Ensuite, chaque individu, chaque enfant a le droit à une éducation complète pour s’épanouir dans sa personnalité, jouir de ses facultés physique et mentale et posséder les connaissances pour assimiler à un avenir meilleur et serein. Ainsi, il sera un acteur positif dans la société. Dans ce but, l’Etat a le devoir de mettre en main des infrastructures scolaires adéquates et suffisantes ainsi que de former des éducateurs compétents. Pour Madagascar, avec la population jeune, malgré une hausse notoire dans le taux de scolarisation, la qualité de l’enseignement et le suivi présente des lacunes. Dans les milieux ruraux, le taux d’abandon est encore élevé, la majorité arrête après le cycle primaire et beaucoup d’enfants travaillent précocement ce qui porte atteinte à leur droit de jouer et de se former. Par conséquent, s’efforcer de réunir les conditions nécessaires à une éducation complète pour tous les enfants peut assurer l’avenir de la société.

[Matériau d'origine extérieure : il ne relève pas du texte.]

def _settle_units_by_physics(chosen: dict[str, _Pick], facts: Mapping[str, ColumnFacts]
                             ) -> dict[str, _Pick]:
    """Where the values left a choice of units, let Stefan-Boltzmann or g = GM/R^2 decide.

    The relation's median absolute residual (dex) is computed for every combination of
    the open choices; a combination is taken only if it holds (< RELATION_HOLDS_DEX) and
    beats every other by a factor of three.  The evidence names the residuals.
    """
    relations = (("Stefan-Boltzmann", ("teff", "radius", "luminosity"), _stefan_boltzmann),
                 ("g = GM/R^2", ("mass", "radius", "logg"), _surface_gravity))
    result = dict(chosen)
    for name, quantities, residual in relations:
        if not all(q in result for q in quantities):
            continue
        options = [result[q].fitting or (result[q].mapping.unit,) for q in quantities]
        scores = []
        for units in product(*options):
            arrays = [_canonical(facts[result[q].mapping.column], q, u)
                      for q, u in zip(quantities, units, strict=True)]
            with np.errstate(all="ignore"):
                misfit = np.abs(residual(*arrays))
            misfit = misfit[np.isfinite(misfit)]
            if misfit.size:
                scores.append((float(np.median(misfit)), units))
        if not scores:
            continue
        scores.sort()
        best, units = scores[0]
        clear = best < RELATION_HOLDS_DEX and (len(scores) == 1 or scores[1][0] > 3 * best)
        for quantity, unit in zip(quantities, units, strict=True):
            pick = result[quantity]
            if clear and pick.fitting:
                note = (f"{name} holds to a median {best:.2f} dex with {unit}"
                        + (f" (next best {scores[1][0]:.2f} dex)" if len(scores) > 1 else ""))
                level = HIGH if pick.mapping.confidence >= MEDIUM else MEDIUM
                pick = _Pick(replace(pick.mapping, unit=unit, confidence=level,
                                     evidence=(*pick.mapping.evidence, note)), ())
            elif pick.mapping.unit == unit:
                holds = best < RELATION_HOLDS_DEX
                verdict = "holds" if holds else ("does not hold: check the units of "
                                                 + ", ".join(quantities))
                pick = replace(pick, mapping=replace(
                    pick.mapping, confidence=(pick.mapping.confidence if holds
                                              else max(LOW, pick.mapping.confidence - 1)),
                    evidence=(*pick.mapping.evidence,
                              f"{name} {verdict} (median residual {best:.2f} dex)")))
            result[quantity] = pick
    return result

Chacun aussi a le droit à la santé c’est-à-dire avoir une alimentation complète et suffisante et en cas de maladies, avoir accès aux soins médicaux. C’est à cette condition que chacun pourra accomplir au mieux son travail et remplir tous ses devoirs envers soi-même et la société. A Madagascar, dans les hôpitaux publics même si le coût des traitements est relativement moindre, la pauvreté empêche beaucoup de gens d’y accéder. Par conséquent, la médecine traditionnelle tient encore beaucoup de place. Néanmoins, avec l’aide des partenaires efficaces comme l’OMS, un grand progrès est accompli dans les campagnes de vaccination, dans l’éducation à l’hygiène et aussi dans la lutte contre les MST. Pour promouvoir la santé, il faudra donc accentuer les campagnes de sensibilisation et continuer les efforts communs jumelés à l’extension en nombre des infrastructures sanitaires de base.

Chacun est libre d’avoir son opinion sur la conduite de l’Etat et libre d’adhérer à un parti de son choix selon ses convictions. Il est libre d’exprimer ses idées tant qu’il reste dans la légalité : c’est le fondement de la démocratie. Le problème dans le passé de Madagascar réside dans la gestion des médias publics ou privés. Les dirigeants en place ont tendance à accaparer les medias publics pour l’intérêt de son parti et les opposants sont privés d’antenne. Le choc est parfois excusable parce que laisser des opposants s’exprimer dans les medias c’est parfois s’exposer à des critiques virulentes qui peuvent être sans fondement en faisant fi du respect ou de la politesse. Il en est de même pour les medias privés. Chacun flatte à outrance le parti qui le finance et dénigre le parti opposé. Les tenants du pouvoir sont tentés de fermer les medias de l’opposition. Il faudrait donc préserver les libertés, recycler les journalistes au niveau de la déontologie de leur métier et dans ce cas un climat de confiance sera établi et le peuple n’a plus de doute et de crainte envers ses dirigeants, base même du développement.

Enfin, concernant la sécurité de la population, l’Etat doit faire des efforts pour maintenir la sécurité. L’insécurité ne mène qu’à la destruction alors que la sécurité permet à la population d’avoir une confiance dans tout ce qu’elle fait. L’adoption d’une politique de sécurité un plus rigoureuse par l’Etat donne au peuple la volonté de produire et de toujours chercher quelque chose de meilleur ce qui constitue un atout pour le développement de la société et même de l’Etat.

Pour conclure, on a vu tout au long du devoir que plusieurs facteurs empêchent le respect des droits de l’homme dans un pays sous développé comme Madagascar et cela se voit dans tous les domaines. Or le non respect des droits de l’homme ne permet pas l’avancement d’une société et prouve aussi l’absence de la démocratie et l’existence d’un régime dictatorial. Des efforts seront donc nécessaires, de la part de chaque individu et surtout de l’Etat, pour assurer la promotion de la vie de la population et instaurer un développement meilleur.